Exercise brief:
If a line in the entries below includes "invoice", pick it out and copy it.

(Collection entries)
........

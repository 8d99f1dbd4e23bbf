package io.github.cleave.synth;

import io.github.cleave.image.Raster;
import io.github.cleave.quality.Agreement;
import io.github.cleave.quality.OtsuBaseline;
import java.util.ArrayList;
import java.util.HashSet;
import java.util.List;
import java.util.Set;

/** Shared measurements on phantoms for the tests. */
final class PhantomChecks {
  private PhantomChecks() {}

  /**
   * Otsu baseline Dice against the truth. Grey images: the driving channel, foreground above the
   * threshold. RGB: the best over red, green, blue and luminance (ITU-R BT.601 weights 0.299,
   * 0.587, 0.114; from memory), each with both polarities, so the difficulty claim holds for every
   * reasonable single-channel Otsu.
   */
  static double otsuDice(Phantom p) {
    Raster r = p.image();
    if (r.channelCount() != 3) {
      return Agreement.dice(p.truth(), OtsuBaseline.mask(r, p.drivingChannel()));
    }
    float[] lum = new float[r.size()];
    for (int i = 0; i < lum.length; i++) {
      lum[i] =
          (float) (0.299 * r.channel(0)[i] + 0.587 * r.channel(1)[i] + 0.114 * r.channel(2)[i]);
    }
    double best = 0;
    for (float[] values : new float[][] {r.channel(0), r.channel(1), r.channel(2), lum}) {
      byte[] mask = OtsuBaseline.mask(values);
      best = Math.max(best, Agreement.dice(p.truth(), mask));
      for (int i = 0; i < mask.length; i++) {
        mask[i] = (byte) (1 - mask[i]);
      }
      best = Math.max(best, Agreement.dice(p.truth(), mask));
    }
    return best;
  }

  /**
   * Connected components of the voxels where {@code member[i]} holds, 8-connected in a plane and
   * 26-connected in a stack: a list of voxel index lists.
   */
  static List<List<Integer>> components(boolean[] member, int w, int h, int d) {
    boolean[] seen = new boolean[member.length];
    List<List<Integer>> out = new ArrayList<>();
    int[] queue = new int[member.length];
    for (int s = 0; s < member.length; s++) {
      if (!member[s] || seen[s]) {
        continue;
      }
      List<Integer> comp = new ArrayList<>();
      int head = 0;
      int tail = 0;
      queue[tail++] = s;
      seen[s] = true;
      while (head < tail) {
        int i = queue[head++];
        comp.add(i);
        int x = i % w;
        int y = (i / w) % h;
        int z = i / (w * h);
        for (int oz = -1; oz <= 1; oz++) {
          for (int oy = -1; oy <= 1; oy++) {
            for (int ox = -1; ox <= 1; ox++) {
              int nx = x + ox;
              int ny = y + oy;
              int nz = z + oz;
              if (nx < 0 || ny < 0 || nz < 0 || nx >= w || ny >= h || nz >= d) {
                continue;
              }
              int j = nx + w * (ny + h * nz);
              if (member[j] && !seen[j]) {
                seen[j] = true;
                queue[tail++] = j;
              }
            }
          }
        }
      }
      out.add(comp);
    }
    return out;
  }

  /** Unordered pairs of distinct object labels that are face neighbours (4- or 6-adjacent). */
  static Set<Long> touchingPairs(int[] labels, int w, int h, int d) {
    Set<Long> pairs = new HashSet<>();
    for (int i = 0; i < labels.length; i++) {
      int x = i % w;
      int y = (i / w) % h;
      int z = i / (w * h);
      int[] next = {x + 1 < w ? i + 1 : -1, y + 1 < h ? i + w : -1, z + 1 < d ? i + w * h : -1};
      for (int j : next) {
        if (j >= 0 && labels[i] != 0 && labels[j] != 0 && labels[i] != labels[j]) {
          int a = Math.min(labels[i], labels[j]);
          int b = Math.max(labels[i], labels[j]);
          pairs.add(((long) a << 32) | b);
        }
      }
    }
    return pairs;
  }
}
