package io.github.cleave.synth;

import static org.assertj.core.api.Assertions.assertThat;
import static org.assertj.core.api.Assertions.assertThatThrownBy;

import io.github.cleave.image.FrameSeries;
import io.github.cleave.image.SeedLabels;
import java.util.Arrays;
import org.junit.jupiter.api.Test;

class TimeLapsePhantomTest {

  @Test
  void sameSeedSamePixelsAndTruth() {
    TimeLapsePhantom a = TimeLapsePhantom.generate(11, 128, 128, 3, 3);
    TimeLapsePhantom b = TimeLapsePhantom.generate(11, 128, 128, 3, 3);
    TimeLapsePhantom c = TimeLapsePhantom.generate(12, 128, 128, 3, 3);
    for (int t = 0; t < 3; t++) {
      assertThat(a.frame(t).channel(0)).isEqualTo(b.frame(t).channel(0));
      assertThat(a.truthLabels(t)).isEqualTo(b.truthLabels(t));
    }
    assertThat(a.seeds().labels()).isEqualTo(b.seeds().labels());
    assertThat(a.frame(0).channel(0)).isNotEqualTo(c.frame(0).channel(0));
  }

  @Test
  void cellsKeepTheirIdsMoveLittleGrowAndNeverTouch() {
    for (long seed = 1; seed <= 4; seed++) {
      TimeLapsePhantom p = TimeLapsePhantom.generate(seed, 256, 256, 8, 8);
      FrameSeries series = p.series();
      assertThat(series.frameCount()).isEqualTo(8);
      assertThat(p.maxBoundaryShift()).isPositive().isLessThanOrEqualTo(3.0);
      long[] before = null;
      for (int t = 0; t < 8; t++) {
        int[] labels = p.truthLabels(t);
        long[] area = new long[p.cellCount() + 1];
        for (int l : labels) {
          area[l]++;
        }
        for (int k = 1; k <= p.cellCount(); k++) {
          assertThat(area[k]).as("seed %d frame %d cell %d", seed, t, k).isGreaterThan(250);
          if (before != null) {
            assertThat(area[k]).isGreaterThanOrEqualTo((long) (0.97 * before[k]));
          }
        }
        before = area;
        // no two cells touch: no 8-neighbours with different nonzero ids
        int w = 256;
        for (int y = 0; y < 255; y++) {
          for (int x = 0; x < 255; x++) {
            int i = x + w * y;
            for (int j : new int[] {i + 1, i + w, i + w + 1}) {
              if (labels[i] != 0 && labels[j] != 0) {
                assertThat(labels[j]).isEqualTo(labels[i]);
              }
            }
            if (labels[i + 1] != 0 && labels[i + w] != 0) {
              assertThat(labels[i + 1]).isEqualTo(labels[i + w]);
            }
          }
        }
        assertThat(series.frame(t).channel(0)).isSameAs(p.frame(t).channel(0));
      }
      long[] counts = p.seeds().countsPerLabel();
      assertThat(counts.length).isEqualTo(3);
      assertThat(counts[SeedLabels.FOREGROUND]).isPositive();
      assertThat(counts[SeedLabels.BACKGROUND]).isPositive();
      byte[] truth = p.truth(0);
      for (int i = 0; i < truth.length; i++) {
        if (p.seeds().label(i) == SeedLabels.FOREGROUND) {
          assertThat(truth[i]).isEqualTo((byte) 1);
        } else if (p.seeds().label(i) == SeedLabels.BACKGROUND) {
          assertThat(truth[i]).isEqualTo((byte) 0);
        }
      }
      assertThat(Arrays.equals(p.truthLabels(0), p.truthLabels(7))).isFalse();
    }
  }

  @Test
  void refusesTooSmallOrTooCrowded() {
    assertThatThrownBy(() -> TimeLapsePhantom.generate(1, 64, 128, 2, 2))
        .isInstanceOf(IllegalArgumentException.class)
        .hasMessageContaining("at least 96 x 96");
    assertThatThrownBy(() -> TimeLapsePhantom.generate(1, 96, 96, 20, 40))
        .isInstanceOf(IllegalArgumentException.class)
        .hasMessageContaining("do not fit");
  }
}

........

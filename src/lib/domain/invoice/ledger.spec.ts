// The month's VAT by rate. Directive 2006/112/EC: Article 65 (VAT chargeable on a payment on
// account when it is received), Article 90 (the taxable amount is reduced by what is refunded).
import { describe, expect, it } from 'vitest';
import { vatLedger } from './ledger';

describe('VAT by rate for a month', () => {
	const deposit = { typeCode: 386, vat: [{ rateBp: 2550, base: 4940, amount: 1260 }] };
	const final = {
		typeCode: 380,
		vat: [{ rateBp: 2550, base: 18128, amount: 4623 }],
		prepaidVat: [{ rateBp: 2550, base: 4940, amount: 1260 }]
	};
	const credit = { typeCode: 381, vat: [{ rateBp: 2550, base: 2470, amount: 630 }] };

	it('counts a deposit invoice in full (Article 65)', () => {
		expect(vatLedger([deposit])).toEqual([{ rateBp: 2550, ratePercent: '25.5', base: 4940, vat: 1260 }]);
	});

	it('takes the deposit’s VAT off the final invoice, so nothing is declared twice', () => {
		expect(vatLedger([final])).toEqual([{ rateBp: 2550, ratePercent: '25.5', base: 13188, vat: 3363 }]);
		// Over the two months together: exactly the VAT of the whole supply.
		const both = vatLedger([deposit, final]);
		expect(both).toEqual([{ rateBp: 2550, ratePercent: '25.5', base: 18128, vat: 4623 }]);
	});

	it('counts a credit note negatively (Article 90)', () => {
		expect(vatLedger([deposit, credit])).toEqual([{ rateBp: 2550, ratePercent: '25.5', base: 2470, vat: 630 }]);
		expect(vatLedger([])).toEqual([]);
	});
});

........

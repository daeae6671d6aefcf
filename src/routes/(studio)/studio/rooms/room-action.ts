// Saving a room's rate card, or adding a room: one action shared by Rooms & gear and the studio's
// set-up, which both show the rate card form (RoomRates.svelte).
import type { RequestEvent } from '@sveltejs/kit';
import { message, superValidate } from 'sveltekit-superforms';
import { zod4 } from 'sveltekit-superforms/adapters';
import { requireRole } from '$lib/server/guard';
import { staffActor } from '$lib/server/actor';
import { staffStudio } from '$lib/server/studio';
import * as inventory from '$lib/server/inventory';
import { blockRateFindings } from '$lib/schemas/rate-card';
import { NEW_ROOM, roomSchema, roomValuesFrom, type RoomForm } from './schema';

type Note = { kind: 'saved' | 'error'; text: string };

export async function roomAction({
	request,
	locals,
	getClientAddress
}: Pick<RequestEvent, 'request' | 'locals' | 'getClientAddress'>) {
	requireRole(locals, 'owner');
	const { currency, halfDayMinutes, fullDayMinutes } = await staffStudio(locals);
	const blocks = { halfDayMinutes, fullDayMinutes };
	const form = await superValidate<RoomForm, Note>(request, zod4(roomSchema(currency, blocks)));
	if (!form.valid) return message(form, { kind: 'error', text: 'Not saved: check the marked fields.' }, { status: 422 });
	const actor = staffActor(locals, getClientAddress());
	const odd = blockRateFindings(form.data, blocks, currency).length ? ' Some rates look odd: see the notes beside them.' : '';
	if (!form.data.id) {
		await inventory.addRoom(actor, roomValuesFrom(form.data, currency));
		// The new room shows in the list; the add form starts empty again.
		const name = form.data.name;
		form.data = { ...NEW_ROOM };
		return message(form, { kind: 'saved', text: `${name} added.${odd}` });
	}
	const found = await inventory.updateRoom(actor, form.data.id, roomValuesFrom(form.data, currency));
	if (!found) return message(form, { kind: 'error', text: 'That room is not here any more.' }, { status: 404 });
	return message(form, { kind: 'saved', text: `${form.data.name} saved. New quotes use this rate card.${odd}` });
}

........

Result:
filename src/lib/domain/invoice/ledger.spec.ts
	it('counts a deposit invoice in full (Article 65)', () => {
	it('takes the deposit’s VAT off the final invoice, so nothing is declared twice', () => {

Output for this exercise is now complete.